Consider a sequence of power series, indexed by $k$, as $f_k(\beta) = \sum_{j= 0}^{[k/2]} (-1)^j \binom{k}{2j} \beta^{2k-2j}$, where $[k/2]$ denotes the largest integer that is smaller than $k$.
I'm interested in the asymptotic properties of $f_k$. Specifically, I conjecture that $\lim_{k\to \infty} f_k(\beta) = 0$ for all $\beta\in (-1, 1)$. Can anyone help me prove whether it is correct?

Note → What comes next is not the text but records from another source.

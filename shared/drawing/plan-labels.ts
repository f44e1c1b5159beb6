import type { Polygonal } from '../geometry/geojson-schema.ts';
import type { FigureFormat } from './figure-format.ts';
import type { Frame, SheetPoint, SheetRing } from './frame.ts';
import { boxAround, placeBeside, placeInside, type LabelBox } from './label-placement.ts';
import { palette } from './palette.ts';
import { element, type Svg } from './svg.ts';
import { estimateTextWidth } from './text-width.ts';

/** A street, a water or an open space. */
export interface NamedArea {
  name: string;
  geometry: Polygonal;
}

/** Labels that found a place, and the boxes that they take. */
export interface PlacedLabels {
  drawn: Svg[];
  boxes: LabelBox[];
}

/** The top heights of the proposal's blocks, `+44.0 m`: inside each block where it has room, else beside it with a line. */
export function drawBlockHeights(
  blocks: readonly { rings: SheetRing[]; topM: number }[],
  frame: Frame,
  figures: FigureFormat,
  taken: readonly LabelBox[],
  fontSize: number,
): PlacedLabels {
  const visible = blocks.filter(({ rings }) => rings.length > 0);
  const site = boxAround(visible.flatMap(({ rings }) => rings));
  const boxes: LabelBox[] = [];
  const drawn = visible.flatMap(({ rings, topM }) => {
    const text = figures.height(topM);
    const size = { width: estimateTextWidth(text, fontSize) + 4, height: fontSize * 1.4 };
    const higher = visible.filter((other) => other.topM > topM).map((other) => other.rings);
    const busy = [...taken, ...boxes];
    const inside = placeInside(rings, size, busy, higher);
    if (inside !== null) {
      boxes.push(inside);
      return [boxedText(inside, text, fontSize, 400, palette.ink)];
    }
    const outside = [cornersOf(site)];
    const box = placeBeside(outside, size, busy, frame);
    boxes.push(box);
    return [
      leader(middleOf(placeInside(rings, dot, [], higher) ?? boxAround(rings)), box),
      boxedText(box, text, fontSize, 400, palette.ink),
    ];
  });
  return { drawn, boxes };
}

/** The marks of receptors that don't meet a clause: a number in each, as in the list beside. */
export function drawKeys(
  keys: readonly { rings: SheetRing[]; mark: string }[],
  frame: Frame,
  taken: readonly LabelBox[],
  fontSize: number,
): PlacedLabels {
  const boxes: LabelBox[] = [];
  const marked = new Set<string>();
  const drawn = keys.flatMap(({ rings, mark }) => {
    if (rings.length === 0 || marked.has(mark)) return [];
    marked.add(mark);
    const size = { width: estimateTextWidth(mark, fontSize, 600) + 4, height: fontSize * 1.3 };
    const busy = [...taken, ...boxes];
    const box = placeInside(rings, size, busy) ?? placeBeside(rings, size, busy, frame);
    boxes.push(box);
    return [boxedText(box, mark, fontSize, 600, palette.madder)];
  });
  return { drawn, boxes };
}

/** Names of waters and open spaces inside them, where there is room. */
export function drawAreaNames(
  areas: readonly NamedArea[],
  frame: Frame,
  taken: readonly LabelBox[],
  fontSize: number,
): PlacedLabels {
  const boxes: LabelBox[] = [];
  const drawn = areas.flatMap(({ name, geometry }) => {
    const rings = frame.cutRings(geometry);
    if (rings.length === 0) return [];
    const size = { width: estimateTextWidth(name, fontSize) + 6, height: fontSize * 1.5 };
    const box = placeInside(rings, size, [...taken, ...boxes]);
    if (box === null) return [];
    boxes.push(box);
    return [boxedText(box, name, fontSize, 400, palette.inkLight)];
  });
  return { drawn, boxes };
}

const dot = { width: 3, height: 3 };

/** A line from a block to its label outside, with a dot on the block. */
function leader(from: SheetPoint, to: LabelBox): Svg {
  const [x, y] = from;
  const end: SheetPoint = [x < to.x ? to.x : Math.min(x, to.x + to.width), to.y + to.height / 2];
  return element(
    'g',
    {},
    element('path', {
      d: `M${x} ${y}L${end[0]} ${end[1]}`,
      stroke: palette.ink,
      'stroke-width': 0.6,
      fill: 'none',
    }),
    element('circle', { cx: x, cy: y, r: 1.4, fill: palette.ink }),
  );
}

function middleOf(box: LabelBox): SheetPoint {
  return [box.x + box.width / 2, box.y + box.height / 2];
}

function cornersOf({ x, y, width, height }: LabelBox): SheetRing {
  return [
    [x, y],
    [x + width, y],
    [x + width, y + height],
    [x, y + height],
  ];
}

function boxedText(
  box: LabelBox,
  text: string,
  fontSize: number,
  weight: 400 | 600,
  color: string,
): Svg {
  return element(
    'g',
    {},
    element('rect', {
      x: box.x,
      y: box.y,
      width: box.width,
      height: box.height,
      fill: palette.paper,
      'fill-opacity': 0.85,
    }),
    element(
      'text',
      {
        x: box.x + box.width / 2,
        y: box.y + box.height / 2 + fontSize * 0.36,
        'text-anchor': 'middle',
        'font-size': fontSize,
        'font-weight': weight,
        fill: color,
      },
      text,
    ),
  );
}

This conjecture seems false. With $i=\sqrt{-1}$, note that \begin{align*} (\beta+i)^k = \sum_{n=0}^{k} \binom{k}{n} i^n \beta^{k-n} = \sum_{j=0}^{\lfloor k/2\rfloor} \binom{k}{2j} (-1)^j \beta^{k-2j} + i \sum_{j=0}^{\lfloor(k-1)/2\rfloor} \binom{k}{2j+1} (-1)^j \beta^{k-2j-1}. \end{align*} In particular, $$ f_k(\beta) = \beta^k \mathop{\rm Re}\big( (\beta+i)^k \big). $$ Then $$ |f_k(\beta)| \le |\beta^k(\beta+i)^k| = \big(|\beta|\sqrt{\beta^2+1}\big)^k, $$ which shows that $\lim_{k\to\infty} f_k(\beta) = 0$ when $|\beta|\sqrt{\beta^2+1} < 1$, or in other words when $|\beta| < \sqrt{(\sqrt5-1)/2}$. However, for larger values of $|\beta|$, this maximum value grows as $k$ increases; and indeed $\beta^k \mathop{\rm Re}\big( (\beta+i)^k \big)$ will be close to $2^{k/2}$ when $k$ is divisible by $8$ and $\beta$ is near $1$, for example.